= Stored data =

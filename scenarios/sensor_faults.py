"""The seated reach of ``reach.py`` with things going wrong: a hand sensor that sticks, a drifting bias, a
cuff that slips and a sudden jerk of the wearer.

Each fault is active for start_s <= t < end_s and the run goes on through all
of them; the log's ``fault_active`` column, the report's "Faults" section and
the replay's caption show when.  Copy this file and edit the faults (the kinds
are listed in the README, "Faults").
"""

from sim import CuffSlip, JointIntent, Scenario, SensorBiasDrift, SensorDropout, Via, WearerJerk, deg

# joints: gh flexion, gh abduction, gh rotation, elbow flexion, pronation, wrist flexion, wrist deviation
HAND_BESIDE_LAP = deg(15, 10, 0, 80, 0, 0, 0)
CUP_ON_SHELF = deg(85, 5, 0, 15, 20, 0, 0)

SCENARIO = Scenario(
    name="sensor_faults",
    description="the seated reach with a stuck hand sensor, a bias drift, a slipping cuff and a jerk",
    subject="m50",
    intent=JointIntent(
        start_rad=HAND_BESIDE_LAP,
        start_hold_s=0.3,
        vias=(
            Via(CUP_ON_SHELF, move_s=1.0, hold_s=0.4),
            Via(HAND_BESIDE_LAP, move_s=1.0, hold_s=0.4),
        ),
    ),
    duration_s=3.1,
    controllers=("gravity", "zero", "transparent", "walls"),
    faults=(
        SensorDropout(name="hand sensor sticks", cuff="hand", mode="stuck", start_s=0.8, end_s=1.1),
        SensorBiasDrift(name="forearm sensor drifts", cuff="forearm", rate_N_per_s=(4.0, 0.0, 0.0),
                        start_s=1.3, end_s=2.0),
        CuffSlip(name="upper-arm cuff slips", cuff="upper_arm", factor=0.3, start_s=1.6, end_s=2.2),
        WearerJerk(name="elbow jerk", joint="human_elbow_flexion", torque_Nm=4.0, start_s=2.5, end_s=2.55),
    ),
)
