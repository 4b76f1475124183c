"""Free reaching: a seated wearer lifts the hand from beside the lap to a cup on a shelf in front.

Our own clinic-like setting: the wearer sits upright in the exoskeleton, the
right hand resting beside the thigh.  They reach forward to a point in front of
the shoulder at shoulder height (where a cup stands on a shelf), pause, and
bring the hand back, about one second each way.  Copy this file and edit it.
"""

from sim import JointIntent, Scenario, Via, deg

# joints: gh flexion, gh abduction, gh rotation, elbow flexion, pronation, wrist flexion, wrist deviation
HAND_BESIDE_LAP = deg(15, 10, 0, 80, 0, 0, 0)
CUP_ON_SHELF = deg(85, 5, 0, 15, 20, 0, 0)

SCENARIO = Scenario(
    name="reach",
    description="seated forward reach to shoulder height and back, about 1 s each way",
    subject="m50",
    intent=JointIntent(
        start_rad=HAND_BESIDE_LAP,
        start_hold_s=0.3,
        vias=(
            Via(CUP_ON_SHELF, move_s=1.0, hold_s=0.4),
            Via(HAND_BESIDE_LAP, move_s=1.0, hold_s=0.4),
        ),
    ),
    duration_s=3.1,
    controllers=("gravity", "zero", "transparent", "walls"),
)
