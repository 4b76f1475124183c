"""A long stand-still: a seated wearer holds the forearm level for 25 s, as if carrying a tray.

Our own clinic-like setting: a holding exercise.  The wearer keeps the upper
arm slightly forward and the elbow at a right angle, forearm level, and does
not move for 25 s.  Nothing should happen: the run checks that the controller
neither drifts nor feeds the force sensors' noise back as motion the wearer
would feel (the sensors have 0.3 N and 0.01 N m of noise by default).
"""

from sim import JointIntent, Scenario, deg

# joints: gh flexion, gh abduction, gh rotation, elbow flexion, pronation, wrist flexion, wrist deviation
HOLDING_TRAY = deg(20, 10, 0, 90, 0, 0, 0)

SCENARIO = Scenario(
    name="stand_still",
    description="hold the forearm level for 25 s without moving",
    subject="m50",
    intent=JointIntent(start_rad=HOLDING_TRAY, vias=(), start_hold_s=25.0),
    duration_s=25.0,
    controllers=("transparent", "walls", "gravity", "zero"),
)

= Goal of the exercise =
Across the data, find each line that has "WearerJerk" in it and copy that line.

= Response area =
from sim import CuffSlip, JointIntent, Scenario, SensorBiasDrift, SensorDropout, Via, WearerJerk, deg
        WearerJerk(name="elbow jerk", joint="human_elbow_flexion", torque_Nm=4.0, start_s=2.5, end_s=2.55),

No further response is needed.